◆ **Work instructions**: Set down, please, exactly the lines below that run from the line with "legs, project.loadCases, project.water.density);" to the line with "if (node.valve &&", both lines included.

::: Extracted material :::

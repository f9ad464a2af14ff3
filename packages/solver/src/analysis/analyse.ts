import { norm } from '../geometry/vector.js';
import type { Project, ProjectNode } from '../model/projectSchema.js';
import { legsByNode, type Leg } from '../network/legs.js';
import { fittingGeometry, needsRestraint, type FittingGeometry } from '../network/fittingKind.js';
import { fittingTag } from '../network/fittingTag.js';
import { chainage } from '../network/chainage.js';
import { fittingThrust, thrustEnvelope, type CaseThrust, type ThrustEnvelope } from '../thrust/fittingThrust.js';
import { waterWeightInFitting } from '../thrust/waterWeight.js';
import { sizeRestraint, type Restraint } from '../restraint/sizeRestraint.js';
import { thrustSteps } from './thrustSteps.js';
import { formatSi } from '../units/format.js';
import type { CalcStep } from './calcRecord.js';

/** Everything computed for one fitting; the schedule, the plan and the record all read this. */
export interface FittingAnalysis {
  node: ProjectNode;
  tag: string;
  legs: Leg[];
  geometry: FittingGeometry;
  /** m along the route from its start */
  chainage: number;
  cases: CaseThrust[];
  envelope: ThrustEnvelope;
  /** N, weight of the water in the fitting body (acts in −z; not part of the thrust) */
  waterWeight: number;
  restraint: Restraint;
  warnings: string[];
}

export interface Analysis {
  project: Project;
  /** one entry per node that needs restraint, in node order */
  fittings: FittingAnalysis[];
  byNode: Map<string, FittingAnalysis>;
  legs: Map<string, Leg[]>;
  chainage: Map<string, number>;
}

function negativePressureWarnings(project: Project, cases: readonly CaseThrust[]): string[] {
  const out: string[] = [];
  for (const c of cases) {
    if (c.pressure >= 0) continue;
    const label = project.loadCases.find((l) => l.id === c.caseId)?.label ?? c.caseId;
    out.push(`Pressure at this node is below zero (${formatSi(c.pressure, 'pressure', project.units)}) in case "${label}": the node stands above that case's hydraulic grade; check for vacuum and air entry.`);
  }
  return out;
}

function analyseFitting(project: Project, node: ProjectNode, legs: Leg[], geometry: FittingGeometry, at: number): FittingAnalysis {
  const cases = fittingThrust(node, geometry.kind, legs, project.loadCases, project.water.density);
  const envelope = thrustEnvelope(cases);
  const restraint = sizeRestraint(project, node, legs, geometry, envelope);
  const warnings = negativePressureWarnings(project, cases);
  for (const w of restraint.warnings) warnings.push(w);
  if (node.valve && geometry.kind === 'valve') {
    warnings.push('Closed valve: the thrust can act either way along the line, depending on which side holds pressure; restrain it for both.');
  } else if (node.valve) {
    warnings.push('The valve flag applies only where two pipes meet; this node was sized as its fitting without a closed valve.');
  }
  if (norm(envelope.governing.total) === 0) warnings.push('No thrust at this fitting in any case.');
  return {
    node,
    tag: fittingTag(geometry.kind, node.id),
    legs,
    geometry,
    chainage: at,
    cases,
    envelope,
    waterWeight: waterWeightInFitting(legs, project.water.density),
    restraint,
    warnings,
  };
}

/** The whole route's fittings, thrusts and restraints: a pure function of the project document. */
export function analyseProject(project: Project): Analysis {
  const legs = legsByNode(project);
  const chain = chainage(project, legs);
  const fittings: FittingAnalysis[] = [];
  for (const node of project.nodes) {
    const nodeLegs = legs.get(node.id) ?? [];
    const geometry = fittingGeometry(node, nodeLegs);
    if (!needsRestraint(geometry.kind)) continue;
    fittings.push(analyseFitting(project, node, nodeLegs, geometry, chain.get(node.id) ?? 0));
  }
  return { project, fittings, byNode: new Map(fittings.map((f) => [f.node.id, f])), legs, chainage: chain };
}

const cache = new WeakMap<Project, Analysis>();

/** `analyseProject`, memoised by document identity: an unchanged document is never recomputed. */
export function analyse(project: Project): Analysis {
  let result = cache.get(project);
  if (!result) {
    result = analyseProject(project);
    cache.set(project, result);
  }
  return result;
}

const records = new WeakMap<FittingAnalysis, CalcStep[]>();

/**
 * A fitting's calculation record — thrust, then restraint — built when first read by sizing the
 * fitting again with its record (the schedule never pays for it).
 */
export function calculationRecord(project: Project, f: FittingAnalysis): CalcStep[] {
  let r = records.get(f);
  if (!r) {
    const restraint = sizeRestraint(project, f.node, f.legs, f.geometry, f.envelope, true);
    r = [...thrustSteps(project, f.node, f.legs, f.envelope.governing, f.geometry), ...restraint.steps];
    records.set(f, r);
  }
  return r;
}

:::

◆ **Answer below**:
  const cases = fittingThrust(node, geometry.kind, legs, project.loadCases, project.water.density);
  const envelope = thrustEnvelope(cases);
  const restraint = sizeRestraint(project, node, legs, geometry, envelope);
  const warnings = negativePressureWarnings(project, cases);
  for (const w of restraint.warnings) warnings.push(w);
  if (node.valve && geometry.kind === 'valve') {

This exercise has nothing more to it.